Goal of the exercise >> From the entries below, output the line with "computes it; per" and each following line up to and including the line with "only). No self", exactly as written.

[Collected data entries]
++++++

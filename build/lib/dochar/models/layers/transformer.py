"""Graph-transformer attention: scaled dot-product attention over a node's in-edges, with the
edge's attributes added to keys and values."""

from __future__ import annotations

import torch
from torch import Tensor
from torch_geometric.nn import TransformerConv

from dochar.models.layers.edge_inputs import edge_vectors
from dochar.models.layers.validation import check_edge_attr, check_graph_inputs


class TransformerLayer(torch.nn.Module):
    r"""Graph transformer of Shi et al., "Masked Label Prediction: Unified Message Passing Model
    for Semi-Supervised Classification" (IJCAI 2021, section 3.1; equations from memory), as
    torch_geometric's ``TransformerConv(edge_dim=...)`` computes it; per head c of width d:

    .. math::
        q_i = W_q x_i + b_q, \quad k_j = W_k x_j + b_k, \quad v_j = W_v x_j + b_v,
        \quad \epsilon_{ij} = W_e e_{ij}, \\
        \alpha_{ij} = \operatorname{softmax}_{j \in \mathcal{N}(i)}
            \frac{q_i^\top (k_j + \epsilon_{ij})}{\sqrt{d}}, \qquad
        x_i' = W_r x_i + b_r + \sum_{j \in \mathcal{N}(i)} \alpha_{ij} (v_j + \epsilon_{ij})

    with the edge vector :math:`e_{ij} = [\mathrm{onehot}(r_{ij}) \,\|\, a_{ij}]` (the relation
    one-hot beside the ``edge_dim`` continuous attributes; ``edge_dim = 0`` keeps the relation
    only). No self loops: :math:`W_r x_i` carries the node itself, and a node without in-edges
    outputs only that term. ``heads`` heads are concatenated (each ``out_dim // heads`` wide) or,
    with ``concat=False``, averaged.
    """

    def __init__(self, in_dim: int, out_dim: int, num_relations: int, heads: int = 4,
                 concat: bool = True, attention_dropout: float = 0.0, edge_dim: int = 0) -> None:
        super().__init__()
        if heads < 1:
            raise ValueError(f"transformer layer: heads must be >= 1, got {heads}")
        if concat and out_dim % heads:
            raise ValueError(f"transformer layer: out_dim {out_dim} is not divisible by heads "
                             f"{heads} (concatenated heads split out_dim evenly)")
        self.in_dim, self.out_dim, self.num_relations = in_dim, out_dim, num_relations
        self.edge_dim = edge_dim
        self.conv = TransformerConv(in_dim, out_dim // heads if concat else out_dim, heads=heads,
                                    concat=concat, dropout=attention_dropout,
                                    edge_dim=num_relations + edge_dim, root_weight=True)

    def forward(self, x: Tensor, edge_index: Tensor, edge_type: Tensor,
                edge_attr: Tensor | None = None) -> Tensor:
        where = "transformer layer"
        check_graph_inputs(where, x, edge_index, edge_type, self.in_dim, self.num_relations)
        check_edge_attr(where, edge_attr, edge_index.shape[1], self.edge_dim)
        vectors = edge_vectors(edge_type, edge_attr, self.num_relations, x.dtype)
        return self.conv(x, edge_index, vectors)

++++++

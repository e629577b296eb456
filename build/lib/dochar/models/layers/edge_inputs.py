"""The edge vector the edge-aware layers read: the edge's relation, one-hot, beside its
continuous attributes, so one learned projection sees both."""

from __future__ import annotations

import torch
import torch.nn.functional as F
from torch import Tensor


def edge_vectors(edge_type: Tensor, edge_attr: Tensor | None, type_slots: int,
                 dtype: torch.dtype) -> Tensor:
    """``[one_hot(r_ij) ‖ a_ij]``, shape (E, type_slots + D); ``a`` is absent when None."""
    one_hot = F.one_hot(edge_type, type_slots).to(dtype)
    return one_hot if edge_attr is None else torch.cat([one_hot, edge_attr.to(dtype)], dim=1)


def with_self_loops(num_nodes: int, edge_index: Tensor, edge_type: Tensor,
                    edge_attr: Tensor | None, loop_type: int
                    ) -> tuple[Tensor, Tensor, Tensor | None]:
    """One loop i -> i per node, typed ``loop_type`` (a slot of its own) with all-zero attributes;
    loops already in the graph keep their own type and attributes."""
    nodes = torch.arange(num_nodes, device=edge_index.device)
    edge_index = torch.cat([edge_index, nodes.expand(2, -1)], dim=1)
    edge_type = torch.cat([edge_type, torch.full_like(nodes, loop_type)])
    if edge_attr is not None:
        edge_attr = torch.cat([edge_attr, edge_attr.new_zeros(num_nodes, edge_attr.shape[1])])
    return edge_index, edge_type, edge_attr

++++++

Finished task >>
    torch_geometric's ``TransformerConv(edge_dim=...)`` computes it; per head c of width d:

    .. math::
        q_i = W_q x_i + b_q, \quad k_j = W_k x_j + b_k, \quad v_j = W_v x_j + b_v,
        \quad \epsilon_{ij} = W_e e_{ij}, \\
        \alpha_{ij} = \operatorname{softmax}_{j \in \mathcal{N}(i)}
            \frac{q_i^\top (k_j + \epsilon_{ij})}{\sqrt{d}}, \qquad
        x_i' = W_r x_i + b_r + \sum_{j \in \mathcal{N}(i)} \alpha_{ij} (v_j + \epsilon_{ij})

    with the edge vector :math:`e_{ij} = [\mathrm{onehot}(r_{ij}) \,\|\, a_{ij}]` (the relation
    one-hot beside the ``edge_dim`` continuous attributes; ``edge_dim = 0`` keeps the relation
    only). No self loops: :math:`W_r x_i` carries the node itself, and a node without in-edges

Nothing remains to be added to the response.